» **Task to carry out**: The answer must be one number: how many lines in the data below include the string "leastMissPlace".

» **Supplied material**:
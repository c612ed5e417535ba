import type { ReactNode } from "react";
import { labelOf } from "../../core/catalogue.ts";
import type { BodyArgument } from "../../core/decayArgument.ts";
import type { Quantity } from "../../core/quantity.ts";
import { unitOf } from "../../core/unitText.ts";
import { leastMissPlace, targetKey, targetNumber } from "../../export/sentences/bodySentences.ts";
import { formatDigits, formatPosition, withUnit } from "../../figures/formatNumber.ts";
import { BodyCells } from "./BodyCells.tsx";
import type { PlacedBody } from "./bodyRows.ts";
import { CaseMark } from "./CaseMark.tsx";
import { Definition } from "./Definition.tsx";
import type { SettingRow } from "./definitionRows.ts";
import { formatted } from "./QuantityText.tsx";
import { SymbolText } from "./SymbolText.tsx";
import { TableScroll } from "./TableScroll.tsx";

type TargetKey = keyof BodyArgument["targets"];

/** Where each target is met in every case, where both are missed least, and what the inflow would have to bring. */
export function TargetTable({ placed }: { placed: readonly PlacedBody[] }) {
  const keys = (["Tu", "L11_chord"] as const).filter((key) =>
    placed.some(({ body }) => body.targets[key] !== null),
  );
  if (keys.length === 0) return null;
  return (
    <TableScroll label="Targets at the body">
      <table className="data dense first-fixed">
        <thead>
          <tr>
            <th scope="col">Targets</th>
            {placed.map(({ view }) => (
              <th scope="colgroup" colSpan={2} key={view.id}>
                <CaseMark mark={view.mark} /> {view.name}
              </th>
            ))}
          </tr>
        </thead>
        <tbody>
          {keys.flatMap((key) => [
            <WantedRow placed={placed} of={key} key={`${key} wanted`} />,
            <MetRow placed={placed} of={key} key={`${key} met`} />,
          ])}
          {keys.length === 2 && <BothRow placed={placed} />}
          {keys.includes("Tu") && <InflowRow placed={placed} />}
        </tbody>
      </table>
    </TableScroll>
  );
}

const placeUnit = ({ view }: PlacedBody) => unitOf(view.along === "t" ? "T" : "L", view.units);

function RowHead({ children }: { children: ReactNode }) {
  return (
    <th scope="row" className="text">
      {children}
    </th>
  );
}

function WantedRow({ placed, of }: { placed: readonly PlacedBody[]; of: TargetKey }) {
  return (
    <tr>
      <RowHead>
        <Definition of={of}>
          <SymbolText runs={labelOf(of).symbol} />
        </Definition>{" "}
        wanted
      </RowHead>
      {placed.map(({ view, body }) => {
        const wanted = body.targets[of];
        return <TextCells key={view.id} text={wanted === null ? "–" : targetNumber(of, wanted.target)} />;
      })}
    </tr>
  );
}

function MetRow({ placed, of }: { placed: readonly PlacedBody[]; of: TargetKey }) {
  return (
    <tr>
      <RowHead>
        <Definition of={targetKey(placed[0].view)}>is met at</Definition>, {placeUnit(placed[0])}
      </RowHead>
      {placed.map((one) => {
        const wanted = one.body.targets[of];
        if (wanted === null) return <TextCells key={one.view.id} text="–" />;
        const rows: SettingRow[] = [
          ["target", targetNumber(of, wanted.target)],
          [
            "found on",
            of === "Tu"
              ? "the fitted law inside its window, between stations outside"
              : "the line of ln L11 against ln(x − x0) in the window",
          ],
        ];
        return <Placed key={one.view.id} {...{ one, rows }} of={targetKey(one.view)} quantity={wanted.x} />;
      })}
    </tr>
  );
}

function BothRow({ placed }: { placed: readonly PlacedBody[] }) {
  return (
    <tr>
      <RowHead>
        <Definition of="least_miss">both are missed least at</Definition>, {placeUnit(placed[0])}
      </RowHead>
      {placed.map((one) => {
        const { both } = one.body;
        if (both === null || both.x.value === null) return <TextCells key={one.view.id} text="–" />;
        const times = (factor: number) => formatDigits(factor, 3);
        return (
          <td key={one.view.id} colSpan={2} className="text wrap">
            {formatPosition(leastMissPlace(both.x.value))}: <SymbolText runs={labelOf("Tu").symbol} />{" "}
            {times(both.Tu)} times, <SymbolText runs={labelOf("L11_chord").symbol} /> {times(both.L11_chord)}{" "}
            times the target
          </td>
        );
      })}
    </tr>
  );
}

function InflowRow({ placed }: { placed: readonly PlacedBody[] }) {
  return (
    <tr>
      <RowHead>
        <Definition of="Tu_inflow">
          <SymbolText runs={labelOf("Tu").symbol} /> needed at the first station
        </Definition>
        , %, extrapolated
      </RowHead>
      {placed.map((one) => {
        const { inflow } = one.body;
        if (inflow === null) return <TextCells key={one.view.id} text="–" />;
        const rows: SettingRow[] = [
          ["first station", withUnit(formatPosition(inflow.x), placeUnit(one))],
          ["extrapolated", "the law’s n and x0 are held, its A is changed: nothing was measured there"],
          ["interval", "covariance of n and x0 between the two places"],
        ];
        return <Placed key={one.view.id} {...{ one, rows }} of="Tu_inflow" quantity={inflow.Tu} />;
      })}
    </tr>
  );
}

function Placed({
  one,
  of,
  quantity,
  rows,
}: {
  one: PlacedBody;
  of: string;
  quantity: Quantity;
  rows: readonly SettingRow[];
}) {
  const shown = formatted(quantity, { label: of, units: one.view.units });
  return <BodyCells {...{ one, of, quantity, shown, rows }} />;
}

function TextCells({ text }: { text: string }) {
  return (
    <>
      <td>{text}</td>
      <td className="pm" />
    </>
  );
}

» **Written response**: 2